DELICES DE FACIES, PORTRAITS D'ARTISTES

PORTRAITS D'ARTISTES

Façonnées dans un esprit pictural proche du Sfumato mes portraits d’artistes s’inscrivent dans une sorte de docu-fiction sur des personnages issus de la création. Le regard du modèle rivé - avec son accord - sur l’objectif, laisse son empreinte vierge qui passe ensuite par la trappe compromettante du plasticien - entre Harcourt et Orlan et peut-être avec la bénédiction de Diane Arbus.

L’image, pétrie dans l’ordinateur, tente ensuite d’isoler le caractère en privilégiant le contour sur le détail. Parfois Grains et pixels fusionnent — argentique et binaire — pour conférer une représentation à caractère quasi anthropologique.

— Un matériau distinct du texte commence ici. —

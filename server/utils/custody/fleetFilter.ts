import type { InValue } from '@libsql/client'
import type { FleetQuery } from '../../../utils/contract/custody'
import { normaliseLabelCode } from '../../../utils/label/code'
import type { DateBounds } from './dateBounds'

/** A condition over `cylinders c` and `places p`. */
export interface FleetFilter { sql: string, args: InValue[] }

const ENDED = `('condemned', 'retired')`
const AWAY_OR_ENDED = `('missing', 'at-reclaim', 'at-test', 'condemned', 'retired')`

/** The filters of a fleet query as one condition. Dates are compared with cached columns, never computed in SQL. */
export function fleetFilter(query: Partial<FleetQuery>, bounds: DateBounds): FleetFilter {
  const all: FleetFilter[] = []
  const when = (sql: string, ...args: InValue[]) => all.push({ sql, args })
  if (query.place) when('(c.place_id = ? OR p.parent_id = ?)', query.place, query.place)
  if (query.holder) when('c.holder_id = ?', query.holder)
  if (query.refrigerant) when('c.refrigerant = ?', query.refrigerant)
  if (query.condition) when('c.condition = ?', query.condition)
  if (query.lifecycle) when('c.lifecycle = ?', query.lifecycle)
  if (query.dueBefore) when(`c.retest_state = 'dated' AND c.due_month < ? AND c.lifecycle NOT IN ${ENDED}`, query.dueBefore)
  if (query.owner) when('c.owner_id = ?', query.owner)
  if (query.label) when('c.label_code = ?', normaliseLabelCode(query.label) ?? query.label)
  if (query.finding) all.push(findingFilter(query.finding, bounds))
  if (query.q) all.push(searchFilter(query.q))
  if (all.length === 0) return { sql: '1', args: [] }
  return { sql: all.map(one => `(${one.sql})`).join(' AND '), args: all.flatMap(one => one.args) }
}

/** Cylinders on which a finding stands today; 'stop' and 'caution' stand for any of that severity. */
export function findingFilter(code: string, bounds: DateBounds): FleetFilter {
  const overdue: FleetFilter = { sql: `c.retest_state = 'dated' AND c.due_month < ? AND c.lifecycle NOT IN ${ENDED}`, args: [bounds.thisMonth] }
  const soon: FleetFilter = {
    sql: `c.retest_state = 'dated' AND c.due_month >= ? AND c.due_month <= ? AND c.lifecycle NOT IN ${ENDED}`,
    args: [bounds.thisMonth, bounds.lastSoonMonth],
  }
  const notSeen: FleetFilter = { sql: `c.last_seen_at < ? AND c.lifecycle NOT IN ${AWAY_OR_ENDED}`, args: [bounds.notSeenBefore] }
  switch (code) {
    case 'retest-overdue': return overdue
    case 'retest-soon': return soon
    case 'not-seen': return notSeen
    case 'stop': return either({ sql: 'c.severity = 2', args: [] }, { sql: `${overdue.sql} AND c.nothing_in_it = 1`, args: overdue.args })
    case 'caution': return either({ sql: 'c.severity >= 1', args: [] }, overdue, soon, notSeen)
    default: return { sql: 'c.finding_codes LIKE ?', args: [`% ${code.replace(/[%_]/g, '')} %`] }
  }
}

function either(...filters: FleetFilter[]): FleetFilter {
  return { sql: filters.map(one => `(${one.sql})`).join(' OR '), args: filters.flatMap(one => one.args) }
}

/** By part of a code, of a serial, of a refrigerant or of a place's name. */
function searchFilter(text: string): FleetFilter {
  const words = `%${text.replace(/[\\%_]/g, match => `\\${match}`)}%`
  const squeezed = `%${text.replace(/[\s-]/g, '').replace(/[\\%_]/g, match => `\\${match}`)}%`
  return {
    sql: `c.label_code LIKE ? ESCAPE '\\' OR c.serial LIKE ? ESCAPE '\\' OR c.refrigerant LIKE ? ESCAPE '\\' OR p.name LIKE ? ESCAPE '\\'`,
    args: [squeezed, words, words, words],
  }
}
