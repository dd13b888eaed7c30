import type { InStatement } from '@libsql/client'
import type { AnyCustodyEvent, AnyRecordedEvent } from '../../../utils/custody/event'
import type { Half } from '../../../utils/custody/half'
import { directory, type Directory } from '../directory/directory'
import type { Database } from '../database/database'
import { SHARED_CODES, sharedCodes } from './findCylinder'
import { looksBack, unknownIds, type KnownIds } from './judge'
import { keptCylinders, keptFrom, type KeptCylinder } from './keptCylinders'
import { logsOf } from './logPages'
import { LOG_POINT, logPoint, type LogPoint, type LogRow } from './logRow'
import { halvesFrom, halvesOf } from './saidByOthers'
import type { ChainHead } from './sealedRow'

/** What a group of events is judged on: the log as it stands, growing by each event that is accepted. */
export interface Group extends LogPoint {
  directory: Directory
  known: KnownIds
  stored: (eventId: string) => { contentHash: string, seq: number, version: number } | undefined
  /** The events of a cylinder, those added included. Errors: throws where no event of the group {@link looksBack} at them. */
  eventsOf: (cylinderId: string) => readonly AnyRecordedEvent[]
  headOf: (cylinderId: string) => ChainHead
  nextSeq: () => number
  add: (row: LogRow, event: AnyRecordedEvent) => void
  /** Codes of a cylinder that another one claims too. */
  codesOnTwo: (cylinderId: string) => ReadonlySet<string>
  /** What was kept of a cylinder before. */
  keptOf: (cylinderId: string) => KeptCylinder
  /** The halves of a cylinder, and those of others that name it, as they stood before. */
  halvesBefore: (cylinderId: string) => { own: Half[], naming: Half[] }
  /** Cylinders that an accepted event has touched, with what was added to each. */
  touched: () => { cylinderId: string, added: readonly AddedLine[] }[]
  mark: () => number
  /** Forgets what was added since the mark. */
  backTo: (mark: number) => void
}

/** An accepted event, and the line that the log will hold of it. */
export interface AddedLine { row: LogRow, event: AnyRecordedEvent }

const NONE: ReadonlySet<string> = new Set()
const NOTHING_KEPT: KeptCylinder = { head: { version: 0, hash: '' }, row: null, state: null, isSaidOf: false }

/** Reads what these events are to be judged on. What is read later than the rest is no danger: whoever wrote meanwhile was first. */
export async function group(db: Database, events: readonly AnyCustodyEvent[]): Promise<Group> {
  const ids = [...new Set(events.map(event => event.id))]
  const cylinderIds = [...new Set(events.map(event => event.cylinderId))]
  const [pointRows, storedRows, keptRows] = await db.readClient.batch([
    LOG_POINT,
    inList('SELECT id, content_hash, seq, version FROM custody_events WHERE id IN', ids),
    keptCylinders(cylinderIds),
  ], 'read')
  const { newest, turn } = logPoint(pointRows!.rows[0]!)
  const stored = new Map(storedRows!.rows.map(row => [row[0] as string, {
    contentHash: row[1] as string, seq: row[2] as number, version: row[3] as number,
  }]))
  const kept = keptFrom(keptRows!.rows)
  const lookedBackAt = [...new Set(events.filter(looksBack).map(event => event.cylinderId))]
  const [lists, beside, logs] = await Promise.all([
    listsNamed(db, events), saidBetween(db, cylinderIds.filter(id => kept.get(id)?.isSaidOf)), logsOf(db, lookedBackAt),
  ])
  const { from, known } = await knownIds(db, events, lists)

  const added: AddedLine[] = []
  const addedTo = (cylinderId: string) => added.filter(one => one.row.cylinder_id === cylinderId)
  const keptOf = (cylinderId: string) => kept.get(cylinderId) ?? NOTHING_KEPT
  return {
    newest,
    turn,
    directory: from,
    known,
    codesOnTwo: cylinderId => beside.shared.get(cylinderId) ?? NONE,
    keptOf,
    halvesBefore: cylinderId => ({
      own: beside.own.filter(half => half.cylinderId === cylinderId), naming: beside.naming.filter(half => half.otherId === cylinderId),
    }),
    stored(eventId) {
      const now = added.find(one => one.row.id === eventId)
      return now ? { contentHash: now.row.content_hash, seq: now.row.seq, version: now.row.version } : stored.get(eventId)
    },
    eventsOf(cylinderId) {
      if (!lookedBackAt.includes(cylinderId)) throw new Error(`The log of ${cylinderId} was not read`)
      return [...(logs.get(cylinderId) ?? []), ...addedTo(cylinderId).map(({ event }) => event)]
    },
    headOf(cylinderId) {
      const last = addedTo(cylinderId).at(-1)
      return last ? { version: last.row.version, hash: last.row.hash } : keptOf(cylinderId).head
    },
    nextSeq: () => (added.at(-1)?.row.seq ?? newest?.seq ?? 0) + 1,
    add: (row, event) => void added.push({ row, event }),
    touched() {
      const touched = [...new Set(added.map(one => one.row.cylinder_id))]
      return touched.map(cylinderId => ({ cylinderId, added: addedTo(cylinderId) }))
    },
    mark: () => added.length,
    backTo: mark => void added.splice(mark),
  }
}

/** What the logs of cylinders and those of others say of each other. */
async function saidBetween({ readClient }: Database, cylinderIds: string[]): Promise<{ shared: Map<string, Set<string>>, own: Half[], naming: Half[] }> {
  if (cylinderIds.length === 0) return { shared: new Map(), own: [], naming: [] }
  const [shared, own, naming] = await readClient.batch([
    inList(SHARED_CODES, cylinderIds), halvesOf('cylinder_id', cylinderIds), halvesOf('other_id', cylinderIds),
  ], 'read')
  return { shared: sharedCodes(shared!.rows), own: halvesFrom(own!.rows), naming: halvesFrom(naming!.rows) }
}

/** Ids of what events name beside what the directory holds. */
interface Listed { shipments: Set<string>, testLots: Set<string>, jobs: Set<string> }

/** The shipments, test lots and jobs that events name, as far as there are any. */
async function listsNamed({ readClient }: Database, events: readonly AnyCustodyEvent[]): Promise<Listed> {
  const named = idsIn(events)
  if (named.shipments.size + named.testLots.size + named.jobs.size === 0) return named
  const [shipments, testLots, jobs] = await readClient.batch([
    inList('SELECT id FROM shipments WHERE id IN', [...named.shipments]),
    inList('SELECT id FROM test_lots WHERE id IN', [...named.testLots]),
    inList('SELECT id FROM jobs WHERE id IN', [...named.jobs]),
  ], 'read')
  const found = (answer: typeof jobs) => new Set(answer!.rows.map(row => row[0] as string))
  return { shipments: found(shipments), testLots: found(testLots), jobs: found(jobs) }
}

/** The directory, read again when an event names an id that the kept one does not have. */
async function knownIds(db: Database, events: readonly AnyCustodyEvent[], { shipments, testLots, jobs }: Listed) {
  let from = await directory(db)
  const known: KnownIds = {
    place: id => from.places.has(id),
    person: id => from.people.has(id),
    firm: id => from.firms.has(id),
    scale: id => from.scales.has(id),
    shipment: id => shipments.has(id),
    testLot: id => testLots.has(id),
    job: id => jobs.has(id),
  }
  if (events.some(event => unknownIds(event, known).length > 0)) from = await directory(db, true)
  return { from, known }
}

function idsIn(events: readonly AnyCustodyEvent[]): Listed {
  const named: Listed = { shipments: new Set(), testLots: new Set(), jobs: new Set() }
  for (const event of events) {
    const details = event.details as NamingIds & { instead?: NamingIds }
    for (const holder of [details, details.instead]) {
      if (holder?.shipmentId) named.shipments.add(holder.shipmentId.toLowerCase())
      if (holder?.lotId) named.testLots.add(holder.lotId.toLowerCase())
      if (holder?.jobId) named.jobs.add(holder.jobId.toLowerCase())
    }
  }
  return named
}

interface NamingIds { shipmentId?: string, lotId?: string, jobId?: string }

function inList(sql: string, values: string[], end = ''): InStatement {
  return { sql: `${sql} (${values.map(() => '?').join(', ')}) ${end}`, args: values }
}
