import { getTableColumns } from 'drizzle-orm'
import { cylinders, halves, labelClaims, meta, movements, stockChanges } from '../../../drizzle/schema'
import { FOLD_MEANING } from '../../../utils/custody/foldMeaning'
import { initialState } from '../../../utils/custody/state'
import { statement, type Database } from '../database/database'
import { NEXT_CACHE_TURN } from './cacheTurn'
import { rebuildCaches } from './rebuild'
import { sha256 } from './sha256'

const KEY = 'cache-shape'
const TELL_EVERY_MS = 5_000

/**
 * Names what the caches of the custody log are made like: what the fold means by its number, and the keys of a cached
 * state and the columns of the tables by themselves. Caches that another version made have another name.
 */
export function cacheShape(): string {
  const tables = [cylinders, movements, stockChanges, halves, labelClaims].map(table => Object.values(getTableColumns(table)).map(({ name }) => name))
  return `${FOLD_MEANING} ${sha256(JSON.stringify([keysOf(initialState('')), tables])).slice(0, 16)}`
}

/** What the caches that are there were made like; null where nobody said. */
export async function storedShape({ readClient }: Database): Promise<string | null> {
  const { rows } = await readClient.execute({ sql: 'SELECT value FROM meta WHERE key = ?', args: [KEY] })
  return (rows[0]?.[0] as string | undefined) ?? null
}

/**
 * Before anything is served: where the caches were made by another version, all of them are made again from the log.
 *
 * The new shape is written last: a process that ends halfway leaves the old one, and the next start begins again.
 *
 * @returns whether anything was made again.
 */
export async function bringCachesToShape(db: Database, clock: () => number = Date.now): Promise<boolean> {
  const shape = cacheShape()
  if (await storedShape(db) === shape) return false
  const { rows } = await db.readClient.execute('SELECT count(*), count(DISTINCT cylinder_id) FROM custody_events')
  const [events, all] = [rows[0]![0] as number, rows[0]![1] as number]
  if (events > 0) {
    console.log(`What is kept beside the custody log was made by another version. It is made again: ${all} cylinders from ${events} events.`)
    // What an older version wrote of pairs and labels may not be readable: nobody asks before it is there again.
    await db.write([NEXT_CACHE_TURN, 'DELETE FROM halves', 'DELETE FROM label_claims'])
    let toldAt = clock()
    const done = await rebuildCaches(db, clock(), ({ cylinders: so }) => {
      if (clock() - toldAt < TELL_EVERY_MS) return
      toldAt = clock()
      console.log(`  ${so} of ${all} cylinders`)
    })
    console.log(`Made again: ${done.cylinders} cylinders from ${done.events} events.`)
  }
  await keepShape(db, shape)
  return events > 0
}

/** Says that the caches are of this shape now. */
export async function keepShape(db: Database, shape: string): Promise<void> {
  await db.write([statement(db.read.insert(meta).values({ key: KEY, value: shape }).onConflictDoUpdate({ target: meta.key, set: { value: shape } }))])
}

/** Every key within a value, each after the one it stands in. */
function keysOf(value: unknown, within = ''): string[] {
  if (value === null || typeof value !== 'object' || Array.isArray(value)) return [within]
  return Object.entries(value).flatMap(([key, inner]) => keysOf(inner, `${within}.${key}`))
}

J’ai tenu à organiser toutes les séances photo lors des balances avant les spectacles ou juste avant les interventions.
En effet j’y ai trouvé souvent à ces moments-là du stress conjugué à de l’appréhension qui, me semble-t-il, donnaient au modèle un regard chargé d’une tension mêlée quelquefois à une attitude désinvolte - visage fermé ou demi-sourire ou sourire...
Les prises de vue ont été la plupart du temps prévues des jours voire des semaines à l’avance.

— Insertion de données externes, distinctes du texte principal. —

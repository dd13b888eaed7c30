import type { CompositionRecordAnswer, RefrigerantRecordAnswer, RefrigerantsAnswer, SaturationAnswer } from '~~/utils/contract/refrigerants'
import { celsiusFromFahrenheit } from '~~/utils/quantity/temperature'
import { CATALOGUE } from '~~/utils/refrigerant/allRefrigerants'
import { asListed } from '~~/utils/refrigerant/designation'
import { GWP_BASES, gwpOf } from '~~/utils/refrigerant/gwp'
import { catalogueLines } from '~~/utils/refrigerant/lines'
import { pressureClassOf } from '~~/utils/refrigerant/pressureClass'
import { isFlammable, isToxic } from '~~/utils/refrigerant/safety'
import { hasLiquidAt, saturationAt } from '~~/utils/refrigerant/saturation'
import type { Composition, Refrigerant } from '~~/utils/refrigerant/types'
import { noUnEntryBecause, unEntryOf } from '~~/utils/refrigerant/unEntry'
import { problem } from '../http/problem'

// Ice; a shop; the temperatures of 80 % by volume, of the pressure classes, and of full cylinders (49 CFR 173.304a(a)(2), 173.304(b)).
const NAMED_TEMPERATURES_F = [32, 70, 77, 104, 130, 131]

// A table that ends at 21.1 °C ends at 70 °F.
const SAME_TEMPERATURE_K = 0.05

/** Every refrigerant of the catalogue in its order, and the blends of which only the composition is known. */
export function refrigerantList(): RefrigerantsAnswer {
  const { items, compositions } = catalogueLines(CATALOGUE)
  return { items, nextCursor: null, total: items.length, compositions }
}

/** What is known of one refrigerant, or of a blend's composition. Errors: 404 where nothing has this name. */
export function refrigerantRecord(designation: string): RefrigerantRecordAnswer | CompositionRecordAnswer {
  const blend = named(CATALOGUE.compositions, designation)
  return blend ? compositionRecord(blend) : propertiesRecord(refrigerantNamed(designation))
}

/** Saturation of a refrigerant. Errors: 404; 422 outside its table. */
export function saturationOf(designation: string, temperatureC: number): SaturationAnswer {
  const refrigerant = refrigerantNamed(designation)
  if (!hasLiquidAt(refrigerant, temperatureC)) {
    const coldest = refrigerant.table[0]?.tC ?? refrigerant.tableMaxC
    throw problem(422, 'Outside the table', `${refrigerant.designation} has saturation data from ${coldest} °C to ${refrigerant.tableMaxC} °C.`, [
      { path: 'temperatureC', message: 'is outside the table' },
    ])
  }
  return saturationAt(refrigerant, temperatureC)
}

function propertiesRecord(refrigerant: Refrigerant): RefrigerantRecordAnswer {
  const { table, curves: _, ...record } = refrigerant
  return {
    ...record, known: 'properties', flammable: isFlammable(record.safetyClass), toxic: isToxic(record.safetyClass),
    pressureClass: pressureClassOf(refrigerant),
    gwp: GWP_BASES.map(basis => gwpOf(refrigerant, basis)),
    ...namedForTransport(refrigerant),
    points: NAMED_TEMPERATURES_F.map(temperatureF => pointAt(refrigerant, temperatureF)),
    curve: table.map(({ tC, bubblePressureKPa, dewPressureKPa }) => ({ tC, bubblePressureKPa, dewPressureKPa })),
  }
}

function compositionRecord({ designation, components, source }: Composition): CompositionRecordAnswer {
  const composition = [...components]
  return {
    known: 'composition', designation, composition, compositionSource: source,
    gwp: GWP_BASES.map(basis => gwpOf({ composition }, basis)),
    ...namedForTransport({ designation, composition, safetyClass: null }),
  }
}

function namedForTransport(refrigerant: Parameters<typeof unEntryOf>[0]) {
  const unEntry = unEntryOf(refrigerant)
  return { unEntry, noUnEntryBecause: unEntry ? null : noUnEntryBecause(refrigerant) }
}

function pointAt(refrigerant: Refrigerant, temperatureF: number) {
  const exactC = celsiusFromFahrenheit(temperatureF)
  const isTableEnd = Math.abs(exactC - refrigerant.tableMaxC) < SAME_TEMPERATURE_K
  const temperatureC = isTableEnd ? refrigerant.tableMaxC : exactC
  return { temperatureF, temperatureC, saturation: hasLiquidAt(refrigerant, temperatureC) ? saturationAt(refrigerant, temperatureC) : null }
}

/** The refrigerant of the catalogue by its designation in any case. Errors: 404 where the catalogue has none of this name. */
export function refrigerantNamed(designation: string): Refrigerant {
  const found = named(CATALOGUE.refrigerants, designation)
  if (!found) throw problem(404, 'No such refrigerant', 'The catalogue does not have it under this name.')
  return found
}

function named<T>(map: ReadonlyMap<string, T>, designation: string): T | undefined {
  return map.get(asListed(designation, map.keys()))
}
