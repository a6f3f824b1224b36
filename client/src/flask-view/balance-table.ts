/** The proton balance as a table. */
import type { FlaskPicture } from '../../../server/src/answers/flask-picture.ts';
import { figure, oneDecimal, percent } from './layout.ts';

const HEAD = ['Substance', 'Atom', 'Group', 'pKa', '±', 'mmol', 'Protonated', 'As charged', 'Origin'];

/** Rows of the table with its head. */
export function balanceRows({ rungs }: FlaskPicture): string[][] {
  const rows = rungs.map(
    ({ substance, element, atom, group, pKa, sd, mol, protonated, charged, origin, sources }) => [
      substance,
      `${element}${atom}`,
      group,
      oneDecimal(pKa),
      oneDecimal(sd),
      figure(mol * 1000),
      percent(protonated),
      percent(charged),
      [origin, ...sources].join(', '),
    ],
  );
  return [HEAD, ...rows];
}

export function drawBalance(parent: HTMLElement, flask: FlaskPicture): void {
  const table = parent.appendChild(document.createElement('table'));
  table.createCaption().textContent = `Proton balance of step ${flask.step}`;
  const [head, ...rows] = balanceRows(flask);
  const top = table.createTHead().insertRow();
  for (const text of head!) {
    const cell = top.appendChild(document.createElement('th'));
    cell.scope = 'col';
    cell.textContent = text;
  }
  const body = table.createTBody();
  for (const cells of rows) {
    const row = body.insertRow();
    for (const text of cells) row.insertCell().textContent = text;
  }
  const notes = [
    ...flask.gases.map(({ name, mol }) => `${figure(mol * 1000)} mmol of ${name} leave as gas.`),
    ...(flask.leftOut === 0 ? [] : [`${flask.leftOut} further couples are not shown.`]),
  ];
  for (const text of notes) parent.appendChild(document.createElement('p')).textContent = text;
}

L’artiste prêtait son image et un peu de son temps sur son lieu de travail.
On retrouvera en effet dans les situations de prise de vue des conditions récurrentes : le lieu (lieux de travail), l’instant (juste avant sa prestation), le temps (la séance doit être rapide) et enfin l’univers (loges, cinemas, théâtres, salles de concert salles de conférences...).

Tous les clichés de la série « Délices de Faciès » ont été réalisés par l’auteur avec l’accord de tous ses modèles.

Jean Hincker, 2008

PHILTRE PHOTOGRAPHIQUE
par Corinne Guichet*

La photographie contemporaine n’est plus seulement ce moyen technique de reproduction du visible. Les artistes sont des inventeurs d’images.
Depuis les années 70, elle a su s’intégrer aux champs des Arts-Plastiques. C’est un médium à part entière.

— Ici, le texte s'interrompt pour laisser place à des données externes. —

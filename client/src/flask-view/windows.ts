/** Windows of solvents on the absolute scale; those of the flask stand first, in bold and marked with a dot. */
import { axisTop } from 'd3-axis';
import { scaleLinear } from 'd3-scale';
import type { FlaskPicture } from '../../../server/src/answers/flask-picture.ts';
import { oneDecimal } from './layout.ts';
import { picture } from './svg.ts';

const WIDTH = 560;
const LEFT = 150;
const RIGHT = 16;
const TOP = 40;
const ROW = 20;

export function drawWindows(parent: HTMLElement, { solvents }: FlaskPicture): SVGSVGElement {
  const height = TOP + solvents.length * ROW + 12;
  const svg = picture(parent, {
    id: 'windows',
    width: WIDTH,
    height,
    title: 'Windows of solvents on the absolute scale',
    description: `${solvents.length} solvents, each from its protonated to its deprotonated form.`,
  });
  const low = Math.min(0, ...solvents.map((each) => each.low - each.sd));
  const high = Math.max(14, ...solvents.map((each) => each.high + each.sd));
  const x = scaleLinear([low, high], [LEFT, WIDTH - RIGHT]).nice();
  svg
    .append('g')
    .attr('class', 'axis')
    .attr('transform', `translate(0,${TOP - 6})`)
    .call(axisTop(x).ticks(8));
  svg
    .append('text')
    .attr('class', 'note')
    .attr('x', LEFT)
    .attr('y', 12)
    .text('absolute pH, against the proton in water');
  for (const [index, { solvent, low: from, high: to, sd, inFlask }] of solvents.entries()) {
    const at = TOP + index * ROW + ROW / 2;
    const words = `${solvent}: ${oneDecimal(from)} to ${oneDecimal(to)} ± ${oneDecimal(sd)}${inFlask ? ', in this flask' : ''}`;
    const row = svg
      .append('g')
      .attr('class', inFlask ? 'solvent mine' : 'solvent')
      .attr('role', 'img')
      .attr('aria-label', words);
    row.append('title').text(words);
    row
      .append('text')
      .attr('class', 'rung-label')
      .attr('text-anchor', 'end')
      .attr('x', LEFT - 8)
      .attr('y', at + 4)
      .text(`${inFlask ? '● ' : ''}${solvent}`);
    row
      .append('rect')
      .attr('class', 'solvent-bar')
      .attr('x', x(from))
      .attr('width', Math.max(1, x(to) - x(from)))
      .attr('y', at - 5)
      .attr('height', 10);
    for (const end of [from, to]) {
      row
        .append('line')
        .attr('class', 'spread')
        .attr('x1', x(end - sd))
        .attr('x2', x(end + sd))
        .attr('y1', at)
        .attr('y2', at);
    }
  }
  return svg.node()!;
}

Traiter du portrait renvoie au reflet du miroir. Le mythe du Narcisse amoureux de son image semble évident. Les Landes lieu de travail de Jean Hincker ont ce visage familier de terres (anciennement) marécageuses, humides et brumeuses. Cette image reflétée par l’onde miroitante attire notre artiste.
Elle répond à cette esthétique de la tache – une forme qui n’est pas figée – arrêtée, mais source d’inspiration. Il faut relire le « Traité de la Peinture » de Léonard de Vinci et regarder à nouveau les nuages, les eaux boueuses, voilà un conseil que le photographe contemplatif a su écouter. C’est bien une esthétique de la tache, cette force envoûtante d’un mezzo confuso qui enveloppe ses portraits.
Nous retrouvons dans le Sfumato cette constance de la forme libre, vaporeuse, mouvante. Le portrait n’est pas figé sous un masque qui arrête la forme.

Peau de cire, le portrait sait se renouveler et stimuler l’esprit d’invention.
La reine des facultés est l’imagination affirmaient Breton et Baudelaire. Au XXe siècle, les artistes Surréalistes ont su développer ces images lovées entre rêve, inconscient et réalité.
Au lieu de peindre l’âme, d’aller vers l’intérieur, l’artiste surréaliste décide de représenter uniquement la peau.
S’intéresser au portrait, utiliser le visage, ne relève plus du reflet seulement mais il devient un matériau – modelable et constitutif de l’œuvre.

Jean Hincker a conscience de modeler la chair, mais il respecte trop le portrait. Le gommage se fait plus fort. Pour notre photographe, le caractère, l’identité, la conscience, les mystères de l’individu sont au centre de son projet. Jean Hincker distille l’épiderme pour extraire la goutte auréolée de lumière, révélatrice du mystère, de la poésie de la vérité du modèle. Il s’écarte de l’apparence, de la ressemblance pour mieux la révéler.
Parlant du portrait, Francis Bacon dira « avec leur face vous devez essayer de capter l’énergie qui émane d’eux ». Dans les faciès d’Hincker la distorsion vaporeuse nous invite à nous délecter du reflet de l’être.


* Corinne Guichet est Agrégée d’ Arts Plastiques et ancienne élève de l’ENS de Cachan
Section Arts et Création Industrielle.